Halt fileΒΆ
The halt file tracks various conditions that are used to determine
whether or not a run should continue to execute. The halt file is kept
in the prefix directory. It is updated by the library during the run,
and it is also updated externally through the scr_halt
command.
Internally, the data of the halt file is organized as a hash. Here are
the contents of an example halt file.
CheckpointsLeft
7
ExitAfter
1298937600
ExitBefore
1298944800
HaltSeconds
1200
ExitReason
SCR_FINALIZE_CALLED
The CheckpointsLeft
field provides a counter on the number of
checkpoints that should be completed before SCR stops the job. With each
checkpoint, the library decrements this counter, and the run stops if it
hits 0.
The ExitAfter
field records a timestamp (seconds since UNIX epoch).

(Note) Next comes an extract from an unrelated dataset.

import type { Role, User } from '@shared/schemas/auth';

// Client-side role checks only decide what to show; the server enforces every permission itself.
export function hasRole(user: User | null | undefined, role: Role): boolean {
  return !!user && user.roles.includes(role);
}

At various times, SCR compares the current time to this timestamp, and
it halts the run as soon as the current time exceeds this timestamp.
The ExitBefore
field combined with the HaltSeconds
field inform
SCR that the run should be halted at specified number of seconds before
a specified time. Again, SCR compares the current time to the time
specified by subtracting the HaltSeconds
value from the
ExitBefore
timestamp (seconds since UNIX epoch). If the current time
is equal to or greater than this time, SCR halts the run.
Finally, the ExitReason
field records a reason the job is or should
be halted. If SCR ever detects that this field is set, it halts the job.
A user can add, modify, and remove halt conditions on a running job
using the scr_halt
command. Each time an application completes a
dataset, SCR checks settings in the halt file. If any halt condition is
satisfied, SCR flushes the most recent checkpoint, and then each process
calls exit()
. Control is not returned to the application.